McNamar’s resilience in the face of such a daunting diagnosis offers hope to others navigating similar journeys.
His unwavering determination to fight his illness, despite formidable odds, serves as an inspiration to both medical professionals and those facing rare health challenges.
Brian started chemotherapy and proton beam therapy in December 2024 and completed his final round of each earlier in March 2025As McNamara continues his battle against NPC, he remains optimistic, emphasizing the importance of taking each day as it comes and maintaining a steadfast belief in recovery.
His story also underlines the necessity for heightened public awareness about rare diseases and their symptoms.
Encouraging individuals to seek timely medical evaluations, especially when common treatments fail to provide relief, can be crucial in early detection and management of such conditions.
Experts advise that while over-the-counter remedies may address superficial ailments, persistent or worsening symptoms should prompt immediate consultation with healthcare providers.
In light of McNamara’s case, the public is reminded of the critical role regulatory bodies play in shaping medical treatment options for rare diseases.
Ensuring that insurance policies adapt to cover unique health needs could mean the difference between life and death for individuals like Brian McNamara.
A worldwide study published last year claims only seventeen cases of this form of cancer have occurred in the past twenty years.
Jodi admits she was ‘terrified’ by her husband Brian’s condition before diagnosis, expressing less optimism than Brian himself.
She said, ‘I definitely wasn’t as optimistic as Brian when I first heard the diagnosis.
I did a lot of crying.’
Brian began his chemotherapy and proton beam therapy in December 2024 and completed both treatments earlier this March.

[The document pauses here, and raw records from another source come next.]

/**
 * The watches of a network at work: which signed quantities changed sign inside a step, when exactly, and what that means.
 * Signs are kept by name, so that a network made smaller does not tell again what was told.
 */
import { FILM_SIZE } from '../films/film.ts';
import { BUBBLE } from '../network/network.ts';
import { faceArea } from '../network/geometry.ts';
import { WATCHES } from './events/register.ts';
import { findExcursion } from './locate.ts';
import type { RunEvent } from './record.ts';
import type { Looking, Watch, WatchContext } from './watch.ts';

/** What was seen and told so far, by watch and key: it outlives the watches, which are remade with the network. */
export interface Memory {
  readonly signs: readonly Map<number, boolean>[];
  readonly told: readonly Set<number>[];
}

export function createMemory(): Memory {
  return { signs: WATCHES.map(() => new Map<number, boolean>()), told: WATCHES.map(() => new Set<number>()) };
}

export interface Observation {
  /** True where some watch reads slopes. */
  readonly needsSlopes: boolean;
  /**
   * What holds at time t and was not told: at the start, after valves moved, after the network was remade.
   * Node states are those of t. Updates the memory and remembers the values.
   * @param fresh false where nothing can be standing that was not before
   */
  opening(t: number, memory: Memory, fresh: boolean): RunEvent[];
  /**
   * Passages inside (from, to], unordered.
   * @param inside looks at any instant of the step
   */
  passages(from: number, to: number, inside: Looking, memory: Memory): RunEvent[];
  /** Takes the present node states as the start of the next step. */
  remember(t: number): void;
  /** Surfactant that the faces and film liquids of all living bubbles hold by their present state, mol. */
  surfactantHeld(): number;
}

const filmOut = new Float64Array(FILM_SIZE);

/** Up to this many watched quantities a step is looked at in its middle too, for what comes and goes inside it. */
const LOOK_INSIDE = 400;

export function createObservation(context: WatchContext): Observation {
  const { system, alive } = context;
  const watches: Watch[] = [];
  /** The place of each watch in the register. */
  const kinds: number[] = [];
  WATCHES.forEach((make, kind) => {
    const watch = make(context);
    if (watch === null) return;
    watches.push(watch);
    kinds.push(kind);
  });
  const offsets: number[] = [];
  let total = 0;
  for (const watch of watches) {
    offsets.push(total);
    total += watch.count;
  }
  const before = new Float64Array(total);
  const looksInside = total <= LOOK_INSIDE;
  const middle = new Float64Array(looksInside ? total : 0);
  const after = new Float64Array(total);
  const views = (whole: Float64Array): Float64Array[] =>
    watches.map((watch, w) => whole.subarray(offsets[w], offsets[w]! + watch.count));
  const beforeViews = views(before);
  const middleViews = looksInside ? views(middle) : [];
  const afterViews = views(after);
  const needsSlopes = watches.some((watch) => watch.needsSlopes);

  function evaluateAll(t: number, into: readonly Float64Array[]): void {
    watches.forEach((watch, w) => watch.evaluate(t, into[w]!));
  }

  function tell(w: number, k: number, t: number, positive: boolean, first: boolean, memory: Memory): RunEvent | null {
    const watch = watches[w]!;
    if (watch.once === true) {
      if (!positive) return null;
      const key = watch.key(k);
      const told = memory.told[kinds[w]!]!;
      if (told.has(key)) return null;
      told.add(key);
    }
    const what = watch.tell(k, t, positive, first);
    return what === null ? null : { time: t, ...what };
  }

  return {
    needsSlopes,

    opening(t, memory, fresh) {
      const events: RunEvent[] = [];
      evaluateAll(t, beforeViews);
      watches.forEach((watch, w) => {
        const signs = memory.signs[kinds[w]!]!;
        if (fresh) {
          for (const what of watch.standing?.(t, memory.told[kinds[w]!]!) ?? []) events.push({ time: t, ...what });
        }
        for (let k = 0; k < watch.count; k++) {
          const value = beforeViews[w]![k]!;
          const key = watch.key(k);
          if (Number.isNaN(value)) {
            signs.delete(key);
            continue;
          }
          const known = signs.get(key);
          const positive = value >= 0;
          if (known === positive) continue;
          signs.set(key, positive);
          const event = tell(w, k, t, positive, known === undefined, memory);
          if (event) events.push(event);
        }
      });
      return events;
    },

    passages(from, to, inside, memory) {
      if (total === 0) return [];
      const found: RunEvent[] = [];
      if (!inside.lookAt(to)) return [];
      evaluateAll(to, afterViews);
      const halfway = looksInside && inside.lookAt(0.5 * (from + to));
      if (halfway) evaluateAll(0.5 * (from + to), middleViews);
      const search = (w: number, k: number, a: number, fa: number, b: number, fb: number): void => {
        if (Number.isNaN(fa) || Number.isNaN(fb) || fa >= 0 === fb >= 0) return;
        const watch = watches[w]!;
        const nodes = watch.touches(k);
        const time = inside.passage(a, fa, b, fb, nodes, (t) => watch.value(k, t));
        inside.lookAtNodes(time, nodes);
        memory.signs[kinds[w]!]!.set(watch.key(k), fb >= 0);
        const event = tell(w, k, time, fb >= 0, false, memory);
        if (event) found.push(event);
      };
      for (let w = 0; w < watches.length; w++) {
        for (let k = 0; k < watches[w]!.count; k++) {
          const fa = beforeViews[w]![k]!;
          const fb = afterViews[w]![k]!;
          if (halfway) {
            const fm = middleViews[w]![k]!;
            const middle = 0.5 * (from + to);
            const at = (t: number): number =>
              inside.lookAtNodes(t, watches[w]!.touches(k)) ? watches[w]!.value(k, t) : NaN;
            const beyond = findExcursion(at, from, fa, middle, fm, to, fb);
            if (beyond === null) {
              search(w, k, from, fa, middle, fm);
              search(w, k, middle, fm, to, fb);
            } else {
              search(w, k, from, fa, beyond.time, beyond.value);
              search(w, k, beyond.time, beyond.value, to, fb);
            }
          } else {
            search(w, k, from, fa, to, fb);
          }
        }
      }
      return found;
    },

    remember(t) {
      if (total > 0) evaluateAll(t, beforeViews);
    },

    surfactantHeld() {
      const { network, state } = system;
      const { nodes, films } = network;
      let held = 0;
      for (let i = 0; i < nodes.bubbleCount; i++) {
        if (nodes.kind[i] !== BUBBLE || alive[i] === 0) continue;
        const area = faceArea(nodes.mouth[i]!, state.size[i]!);
        const film = films[nodes.film[i]!]!;
        film.evaluate(nodes.surfactant[i]!, nodes.liquid[i]!, area, state.coverage[i]!, filmOut);
        held += nodes.faces[i]! * film.held(nodes.surfactant[i]!, nodes.liquid[i]!, area, filmOut);
      }
      return held;
    },
  };
}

According to Jodi, scans in mid-April will confirm how effective these treatments have been so far.
She reports that there are positive signs indicating the tumor has shrunk.
However, the couple is now battling to ensure Brian receives necessary immunotherapy, which their health insurance continues to deny coverage for.
Jodi explained, ‘Our health insurance continues to deny the money for the immunotherapy.’ The couple is on a second-level appeal and have involved politicians, Brian’s employer, healthcare professionals, and the local senator in their efforts.
The denial stems from the fact that while the treatment was FDA-approved specifically for lung cancer and sinus cancer, the insurance company is using it as a loophole to avoid coverage.
Jodi elaborated, ‘The insurance doesn’t want to approve it because the treatment was FDA approved for this exact cancer in the lungs and in the sinuses, so they’re using that as a loophole.’ The cost of immunotherapy ranges from $12,000 to $15,000 every three to four weeks.
Jodi emphasized, ‘This [immunotherapy] has been shown to have some improvement of keeping this away, and he’s had a favorable response to treatment so far.’ With scans in mid-April set to determine the efficacy of the treatments, Jodi stressed that they need continued immunotherapy support for sustained positive outcomes.
She added, ‘We’ve reached the three-to-four-week mark and we’re just hitting a brick wall with them [the insurance providers].
It’s been very daunting and stress-inducing.’
Despite these challenges, Brian said it has been ‘incredible’ to see how friends and the American football community have rallied around him.
He remarked, ‘Players have reached out from 20 years ago and given donations.
It’s been incredible.
I couldn’t believe it, it’s been incredible and has made it much easier to fight.’
This case highlights the complexities involved in accessing innovative treatments for rare cancers and the importance of public support and regulatory measures that ensure equitable access to such therapies.